[Raw data Boundary: Start]
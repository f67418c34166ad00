import * as z from 'zod/mini';
import { PhysicsInputError } from '../physics/input-error.js';
import { sampleScales, type SampleParams } from '../physics/sample.js';
import { SPECIES } from '../physics/species.js';
import { imagingPlane } from '../physics/tof.js';
import { normaliseZyzEuler } from './euler-angles.js';

/** Most TOF times a profile lists: the live panel shows the first, the others are for records. */
export const MAX_TOF_TIMES = 4;

/**
 * Physically sensible ranges of the inputs, said in the form and enforced here and on the
 * server. They are wide bounds around what dipolar quantum-gas experiments use (common
 * practice; see docs/physics.md), meant to catch typos such as 2.5 atoms or 10¹² atoms.
 */
export const PROFILE_RANGES = {
  atomNumber: { min: 100, max: 1e8 },
  trapHz: { min: 1, max: 10_000 },
  /** Euler angles are accepted within ±360° and stored normalised (euler-angles.ts). */
  eulerDeg: { min: -360, max: 360 },
  tofMs: { min: 0, max: 200 },
  massU: { min: 1, max: 500 },
  magneticMomentMuB: { min: 0, max: 20 },
  dipoleDebye: { min: 0, max: 20 },
} as const;

/** How the profile form labels each input; messages name inputs by these labels. */
export const PROFILE_LABELS = {
  name: 'Name',
  species: 'Species',
  massU: 'Mass (u)',
  magneticMomentMuB: 'Magnetic moment (μB)',
  dipoleDebye: 'Electric dipole (D)',
  polarization: 'Polarisation',
  atomNumber: 'Atom number',
  trapHz: ['Frequency along x', 'Frequency along y', 'Frequency along z'],
  trapToCoilEulerDeg: ['1st turn, about coil z', '2nd turn, about the new y', '3rd turn, about the new z'],
  tofMs: 'TOF times',
  imaging: 'Camera line of sight',
} as const;

const R = PROFILE_RANGES;
const L = PROFILE_LABELS;
const inRange = (label: string, range: { min: number; max: number }, unit: string) =>
  z.number({ error: `${label} must be a number` }).check(
    z.refine((n) => Number.isFinite(n) && n >= range.min && n <= range.max, { error: `${label} must lie between ${range.min} and ${range.max}${unit}`, abort: true }),
  );
const triple = (labels: readonly [string, string, string], range: { min: number; max: number }, unit: string, what: string) =>
  z.tuple([inRange(labels[0], range, unit), inRange(labels[1], range, unit), inRange(labels[2], range, unit)], { error: `${what} must be three numbers` });

const numberOf = (what: string) => z.number({ error: `${what} must be a finite number` });
const vector3 = (what: string) => {
  const error = `${what} must be three finite numbers`;
  return z.tuple([z.number({ error }), z.number({ error }), z.number({ error })], { error });
};

/**
 * A sample profile: what the prediction needs to know about the gas in the trap (issue 3,
 * "Sample profiles"). Stored and versioned by the server; exactly one is active.
 *
 * Orientation — one source of truth. The prediction works in the trap frame of the profile,
 * and `trapToCoilEulerDeg` is what defines that frame: the coil-frame field
 * B_coil = K·I + B0 (the calibration's K and B0) is turned into the trap frame with this
 * profile's coilToTrap (trap-orientation.ts), never with the calibration's. The trap belongs
 * to the sample (rebuilding the optical trap makes a new profile version), the calibration to
 * the coils. The calibration's own coilToTrap only frames the displayed field angles; keep the
 * two equal (the demo data do), and read the prediction's own θ, φ where they may differ.
 *
 * Physical ranges (N > 0, positive trap frequencies, masses and moments, polarisation 0…1
 * and only for electric dipoles, perpendicular imaging vectors) are checked by the model
 * itself, so one rule lives in one place; its message names the key to fix.
 */
export const SampleProfile = z
  .strictObject({
    name: z.string({ error: `${L.name} must be text` }).check(
      z.trim(),
      z.minLength(1, { error: `${L.name} must not be empty` }),
      z.maxLength(120, { error: `${L.name} must be at most 120 characters` }),
    ),
    species: z.union(
      [
        z.string(),
        z.strictObject({ massU: inRange(L.massU, R.massU, ' u'), magneticMomentMuB: inRange(L.magneticMomentMuB, R.magneticMomentMuB, ' μB'), name: z.optional(z.string()) }),
        z.strictObject({ massU: inRange(L.massU, R.massU, ' u'), dipoleDebye: inRange(L.dipoleDebye, R.dipoleDebye, ' D'), name: z.optional(z.string()) }),
      ],
      {
        error: `${L.species} must be one of ${Object.keys(SPECIES).join(', ')}, or a custom species with its mass and magnetic moment or electric dipole`,
      },
    ),
    /** Molecules only: lab-frame fraction (0…1) of the body-frame dipole. */
    polarization: z.optional(numberOf(`${L.polarization} (0…1)`)),
    atomNumber: inRange(L.atomNumber, R.atomNumber, '').check(z.refine((n) => Number.isInteger(n), { error: `${L.atomNumber} must be a whole number`, abort: true })),
    /** Trap frequencies along the trap axes x, y, z, Hz. */
    trapHz: triple(L.trapHz, R.trapHz, ' Hz', 'The trap frequencies'),
    /**
     * Orientation of the trap axes in the coil frame: z-y-z Euler angles (α, β, γ) in degrees,
     * trapToCoil = Rz(α)·Ry(β)·Rz(γ). Omitted: the trap axes are the coil axes.
     */
    trapToCoilEulerDeg: z.optional(triple(L.trapToCoilEulerDeg, R.eulerDeg, '°', 'The trap orientation')),
    /** Ballistic expansion times, ms; the first one is shown live. */
    tofMs: z.array(inRange(`Each of the ${L.tofMs}`, R.tofMs, ' ms'), {
      error: `${L.tofMs} must be a list of times in ms`,
    }).check(
      z.minLength(1, { error: `${L.tofMs} must list at least one time in ms` }),
      z.maxLength(MAX_TOF_TIMES, { error: `${L.tofMs} must list at most ${MAX_TOF_TIMES} times` }),
    ),
    /** Camera line of sight "x", "y", "z" or in-plane vectors u (horizontal) and v (vertical), trap frame. */
    imaging: z.union([z.enum(['x', 'y', 'z']), z.strictObject({ u: vector3('u, camera horizontal'), v: vector3('v, camera vertical') })], {
      error: `${L.imaging} must be along x, y or z, or custom u and v vectors of three numbers each`,
    }),
  }, { error: 'a sample profile must be an object with name, species, atomNumber, trapHz, tofMs and imaging' })
  .check(
    z.superRefine((profile, ctx) => {
      for (const check of [() => sampleScales(sampleParamsOf(profile)), () => imagingPlane(profile.imaging)]) {
        try {
          check();
        } catch (err) {
          if (!(err instanceof PhysicsInputError)) throw err;
          const { path, message } = labelledModelMessage(err.message);
          ctx.addIssue({ code: 'custom', message, path, input: profile });
        }
      }
    }),
  );
export type SampleProfile = z.infer<typeof SampleProfile>;

/**
 * The physics model names its inputs by key (`polarization must lie…`, `trapHz[1] (…)`); the
 * screen and the API name them as the form labels them, at the input's path.
 */
function labelledModelMessage(message: string): { path: (string | number)[]; message: string } {
  const rules: [RegExp, (string | number)[], string][] = [
    [/^imaging\.u and imaging\.v\b/, ['imaging', 'v'], 'The camera u and v vectors'],
    [/^imaging\.u\b/, ['imaging', 'u'], 'u, camera horizontal'],
    [/^imaging\.v\b/, ['imaging', 'v'], 'v, camera vertical'],
    [/^polarization\b/, ['polarization'], L.polarization],
    [/^atomNumber\b/, ['atomNumber'], L.atomNumber],
    [/^trapHz\[0\]( \([^)]*\))?/, ['trapHz', 0], L.trapHz[0]],
    [/^trapHz\[1\]( \([^)]*\))?/, ['trapHz', 1], L.trapHz[1]],
    [/^trapHz\[2\]( \([^)]*\))?/, ['trapHz', 2], L.trapHz[2]],
    [/^species\.massU\b/, ['species', 'massU'], L.massU],
    [/^species\.magneticMomentMuB\b/, ['species', 'magneticMomentMuB'], L.magneticMomentMuB],
    [/^species\.dipoleDebye\b/, ['species', 'dipoleDebye'], L.dipoleDebye],
  ];
  for (const [pattern, path, label] of rules) {
    if (pattern.test(message)) return { path, message: message.replace(pattern, label) };
  }
  return { path: /^unknown species\b/.test(message) ? ['species'] : [], message };
}

/** The sample part of a profile, as the model takes it. */
export function sampleParamsOf(profile: SampleProfile): SampleParams {
  return { species: profile.species, atomNumber: profile.atomNumber, trapHz: profile.trapHz, polarization: profile.polarization };
}

/** Bad profile input; the message lists each problem as `key: what to fix`. */
export class SampleProfileError extends Error {
  override readonly name = 'SampleProfileError';
  constructor(
    message: string,
    /** Key path of the first problem, e.g. `trapHz.1`; empty when it concerns the whole profile. */
    readonly field = '',
  ) {
    super(message);
  }
}

/**
 * Validates untrusted input as a sample profile, with the Euler angles normalised
 * (euler-angles.ts); throws SampleProfileError whose message names each input as the form
 * labels it, and whose `field` is the key path of the first problem (for placing it).
 */
export function parseSampleProfile(value: unknown): SampleProfile {
  const result = SampleProfile.safeParse(value);
  if (result.success) {
    const euler = result.data.trapToCoilEulerDeg;
    return euler ? { ...result.data, trapToCoilEulerDeg: normaliseZyzEuler(euler) } : result.data;
  }
  const problems = result.error.issues.map((issue) => (issue.code === 'unrecognized_keys' ? `unknown key(s) ${issue.keys.join(', ')}` : issue.message));
  throw new SampleProfileError(`sample profile: ${problems.join('; ')}`, result.error.issues[0]?.path.join('.') ?? '');
}
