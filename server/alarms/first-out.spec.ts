import { describe, expect, it } from 'vitest';
import { FirstOutGrouper } from './first-out.js';

const T0 = Date.UTC(2026, 2, 12, 9, 0, 0);

describe('FirstOutGrouper', () => {
  it('groups raises within the window under the first one', () => {
    const g = new FirstOutGrouper(10_000);
    expect(g.assign('flow.x.LL', T0)).toBeNull();
    expect(g.assign('temperature.x.H', T0 + 4000)).toBe('flow.x.LL');
    expect(g.assign('temperature.x.HH', T0 + 10_000)).toBe('flow.x.LL');
  });

  it('measures the window from the first raise, not from the latest', () => {
    const g = new FirstOutGrouper(10_000);
    g.assign('flow.x.LL', T0);
    g.assign('temperature.x.H', T0 + 9000);
    expect(g.assign('temperature.x.HH', T0 + 10_001)).toBeNull();
    expect(g.assign('stale.H', T0 + 12_000)).toBe('temperature.x.HH');
  });

  it('keeps the first-out alarm ungrouped when it raises again within its window', () => {
    const g = new FirstOutGrouper(10_000);
    g.assign('flow.x.LL', T0);
    expect(g.assign('flow.x.LL', T0 + 2000)).toBeNull();
  });

  it('rejects a window that is not positive', () => {
    expect(() => new FirstOutGrouper(0)).toThrow(/more than 0 ms/);
  });
});
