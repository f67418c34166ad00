import type { Db } from '../db/database.js';
import { auditLog } from '../db/schema.js';

/** One entry of the append-only audit trail. */
export interface AuditEntry {
  /** E-mail of the person acting, or `system`. */
  actor: string;
  /** What happened, e.g. `calibration.activate`, `user.create`. */
  action: string;
  /** What it happened to, e.g. `calibration:3`, `user:lead@tiltwatch.example`. */
  subject: string;
  oldValue?: unknown;
  newValue?: unknown;
  reason?: string | null;
}

type Writer = Pick<Db, 'insert'>;

/** Appends an entry; pass a transaction as `db` to make it part of the change it records. */
export async function appendAudit(db: Writer, entry: AuditEntry): Promise<void> {
  await db.insert(auditLog).values({
    actor: entry.actor,
    action: entry.action,
    subject: entry.subject,
    oldValue: entry.oldValue ?? null,
    newValue: entry.newValue ?? null,
    reason: entry.reason ?? null,
  });
}
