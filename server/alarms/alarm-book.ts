/**
 * All alarms of the apparatus: evaluates channel snapshots, applies operator requests and
 * groups cascades under their first-out alarm. Pure in-memory logic; the caller stores the
 * returned events (history and audit) and decides who may do what (roles).
 */
import type { ChannelId, ChannelValues } from './channels.js';
import { parseAlarmLimits, type AlarmLevel, type AlarmLimit, type AlarmPriority } from './alarm-limit.js';
import { AlarmStateMachine, type AlarmEvent, type AlarmState, type Shelf } from './alarm-state.js';
import { AlarmRequestError } from './alarm-request-error.js';
import { FirstOutGrouper, DEFAULT_FIRST_OUT_WINDOW_MS } from './first-out.js';

/** Longest shelving an operator may ask for, minutes (one shift). */
export const DEFAULT_MAX_SHELVE_MINUTES = 8 * 60;
const MAX_REASON_CHARS = 500;

export interface AlarmBookOptions {
  /** Server clock for operator requests, Unix epoch ms (default `Date.now`). */
  clock?: () => number;
  firstOutWindowMs?: number;
  maxShelveMinutes?: number;
}

export interface EvaluationContext {
  /** True while a ramp or sequence is programmed: suppresses limits marked `suppressDuringRamp`. */
  rampProgrammed?: boolean;
}

/** One alarm as the Alarms page lists it. Times in Unix epoch ms. */
export interface AlarmStatus {
  id: string;
  channel: ChannelId;
  level: AlarmLevel;
  priority: AlarmPriority;
  state: AlarmState;
  /** Present value (channel unit), null before the first one. */
  value: number | null;
  limit: number;
  raisedAt: number | null;
  /** True when later active alarms are grouped under this one. */
  firstOut: boolean;
  firstOutOf?: string;
  shelf: Shelf | null;
}

/** Body item of `GET /api/alarms?state=active`. */
export interface ActiveAlarm {
  id: string;
  channel: ChannelId;
  priority: AlarmPriority;
  state: AlarmState;
  raisedAt: number;
  value: number | null;
  limit: number;
  firstOut: boolean;
  firstOutOf?: string;
}

const ANNUNCIATED_ACTIVE = new Set<AlarmState>(['unacknowledged', 'acknowledged', 'returned-unacknowledged', 'latched']);
const PRIORITY_RANK: Record<AlarmPriority, number> = { high: 0, medium: 1, low: 2 };

export class AlarmBook {
  private readonly alarms = new Map<string, AlarmStateMachine>();
  private readonly grouper: FirstOutGrouper;
  private readonly clock: () => number;
  private changes = 0;
  readonly maxShelveMinutes: number;

  /** @param limits validated limits (see `parseAlarmLimits`); ids must be unique. */
  constructor(limits: readonly AlarmLimit[], options: AlarmBookOptions = {}) {
    parseAlarmLimits(limits);
    for (const l of limits) this.alarms.set(l.id, new AlarmStateMachine(l));
    this.grouper = new FirstOutGrouper(options.firstOutWindowMs ?? DEFAULT_FIRST_OUT_WINDOW_MS);
    this.clock = options.clock ?? Date.now;
    this.maxShelveMinutes = options.maxShelveMinutes ?? DEFAULT_MAX_SHELVE_MINUTES;
    if (!(this.maxShelveMinutes > 0)) throw new Error(`maxShelveMinutes must be more than 0, got ${this.maxShelveMinutes}`);
  }

  /**
   * Evaluates every alarm against `values` at server time `nowMs` (Unix epoch ms) and returns
   * the transitions. Call it on every frame and also on a timer (a few hertz) so that stale
   * data, off-delays and shelf expiry progress when no frames arrive.
   */
  evaluate(values: ChannelValues, nowMs: number, context: EvaluationContext = {}): AlarmEvent[] {
    const ramp = context.rampProgrammed ?? false;
    const events: AlarmEvent[] = [];
    for (const alarm of this.alarms.values()) {
      for (const event of alarm.evaluate(values[alarm.limit.channel], nowMs, ramp)) {
        if (event.kind === 'raise' && !event.hidden) {
          const head = this.grouper.assign(event.alarmId, event.at);
          if (head) {
            alarm.groupUnder(head);
            event.firstOutOf = head;
          }
        }
        events.push(event);
      }
    }
    this.changes += events.length;
    return events;
  }

  /**
   * A number that changes whenever an alarm changes state, grouping or definition (every
   * transition is an event), not on mere value changes: lets a caller tell in constant time
   * whether the active list has news.
   */
  revision(): number {
    return this.changes;
  }

  /** Acknowledges an alarm; null when it had nothing to acknowledge. */
  acknowledge(id: string, actor: string): AlarmEvent | null {
    return this.counted(this.get(id).acknowledge(checkActor(actor), this.clock()));
  }

  /** Shelves an alarm for `minutes` (0 < minutes ≤ `maxShelveMinutes`) with a required reason. */
  shelve(id: string, actor: string, minutes: unknown, reason: unknown): AlarmEvent | null {
    const alarm = this.get(id);
    if (typeof minutes !== 'number' || !Number.isFinite(minutes) || minutes <= 0 || minutes > this.maxShelveMinutes) {
      throw new AlarmRequestError(
        'invalid',
        `minutes must be a number of minutes above 0 and at most ${this.maxShelveMinutes}; got ${JSON.stringify(minutes) ?? String(minutes)}`,
      );
    }
    return this.counted(alarm.shelve(checkActor(actor), minutes, checkReason(reason, 'shelving'), this.clock()));
  }

  /** Ends shelving before its time. */
  unshelve(id: string, actor: string, reason?: unknown): AlarmEvent | null {
    const alarm = this.get(id);
    const why = typeof reason === 'string' && reason.trim() !== '' ? checkReason(reason, 'unshelving') : undefined;
    return this.counted(alarm.unshelve(checkActor(actor), this.clock(), why));
  }

  /** Takes an alarm out of service (`on`) or returns it to service; a reason is required. */
  setOutOfService(id: string, actor: string, reason: unknown, on: boolean): AlarmEvent | null {
    const alarm = this.get(id);
    return this.counted(
      alarm.setOutOfService(checkActor(actor), checkReason(reason, on ? 'taking an alarm out of service' : 'returning an alarm to service'), on, this.clock()),
    );
  }

  /** Resets a latched alarm whose condition has cleared; a reason is required. */
  resetLatched(id: string, actor: string, reason: unknown): AlarmEvent | null {
    const alarm = this.get(id);
    return this.counted(alarm.resetLatched(checkActor(actor), checkReason(reason, 'a reset'), this.clock()));
  }

  /**
   * Replaces the definition of an existing alarm (a lead's edit) and returns the old one for
   * the audit trail. The whole set is re-validated (level order on the channel); the alarm
   * keeps its state and the next evaluation applies the new levels.
   */
  updateLimit(next: AlarmLimit): AlarmLimit {
    const alarm = this.get(next.id);
    const previous = alarm.limit;
    if (next.channel !== previous.channel) {
      throw new AlarmRequestError('invalid', `alarm ${next.id} watches ${previous.channel}; a limit on ${next.channel} needs a new id`);
    }
    const set = [...this.alarms.values()].map((a) => (a === alarm ? next : a.limit));
    try {
      parseAlarmLimits(set);
    } catch (err) {
      throw new AlarmRequestError('invalid', (err as Error).message);
    }
    alarm.redefine(next);
    this.changes++;
    return previous;
  }

  limits(): AlarmLimit[] {
    return [...this.alarms.values()].map((a) => a.limit);
  }

  /** Every alarm with its state, in definition order. */
  list(): AlarmStatus[] {
    const heads = this.heads();
    return [...this.alarms.values()].map((a) => {
      const status: AlarmStatus = {
        id: a.limit.id,
        channel: a.limit.channel,
        level: a.limit.level,
        priority: a.limit.priority,
        state: a.state,
        value: a.value,
        limit: a.limit.limit,
        raisedAt: a.raisedAt,
        firstOut: heads.has(a.limit.id),
        shelf: a.shelf,
      };
      if (a.firstOutOf) status.firstOutOf = a.firstOutOf;
      return status;
    });
  }

  /**
   * Annunciated alarms that need the operator (unacknowledged, acknowledged, returned
   * unacknowledged, latched), highest priority first, then oldest first. Shelved, suppressed
   * and out-of-service alarms are listed by `list()` only.
   */
  active(): ActiveAlarm[] {
    const out: ActiveAlarm[] = [];
    for (const s of this.list()) {
      if (!ANNUNCIATED_ACTIVE.has(s.state) || s.raisedAt === null) continue;
      const item: ActiveAlarm = {
        id: s.id,
        channel: s.channel,
        priority: s.priority,
        state: s.state,
        raisedAt: s.raisedAt,
        value: s.value,
        limit: s.limit,
        firstOut: s.firstOut,
      };
      if (s.firstOutOf) item.firstOutOf = s.firstOutOf;
      out.push(item);
    }
    return out.sort((a, b) => PRIORITY_RANK[a.priority] - PRIORITY_RANK[b.priority] || a.raisedAt - b.raisedAt);
  }

  private counted(event: AlarmEvent | null): AlarmEvent | null {
    if (event) this.changes++;
    return event;
  }

  private get(id: string): AlarmStateMachine {
    const alarm = this.alarms.get(id);
    if (!alarm) throw new AlarmRequestError('not-found', `no alarm with id "${id}"`);
    return alarm;
  }

  /** Ids of alarms that at least one other alarm is grouped under. */
  private heads(): Set<string> {
    const heads = new Set<string>();
    for (const a of this.alarms.values()) if (a.firstOutOf) heads.add(a.firstOutOf);
    return heads;
  }
}

function checkActor(actor: string): string {
  if (typeof actor !== 'string' || actor.trim() === '') throw new AlarmRequestError('invalid', 'actor must name the signed-in user');
  return actor;
}

function checkReason(reason: unknown, purpose: string): string {
  const text = typeof reason === 'string' ? reason.trim() : '';
  if (text === '') throw new AlarmRequestError('invalid', `reason is required for ${purpose}: say why in a few words`);
  if (text.length > MAX_REASON_CHARS) throw new AlarmRequestError('invalid', `reason must be at most ${MAX_REASON_CHARS} characters`);
  return text;
}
[Raw data Boundary: End]
Some of the data mentions "AlarmPriority". Copy every line where it does.

Response to this exercise:
import { parseAlarmLimits, type AlarmLevel, type AlarmLimit, type AlarmPriority } from './alarm-limit.js';
  priority: AlarmPriority;
  priority: AlarmPriority;
const PRIORITY_RANK: Record<AlarmPriority, number> = { high: 0, medium: 1, low: 2 };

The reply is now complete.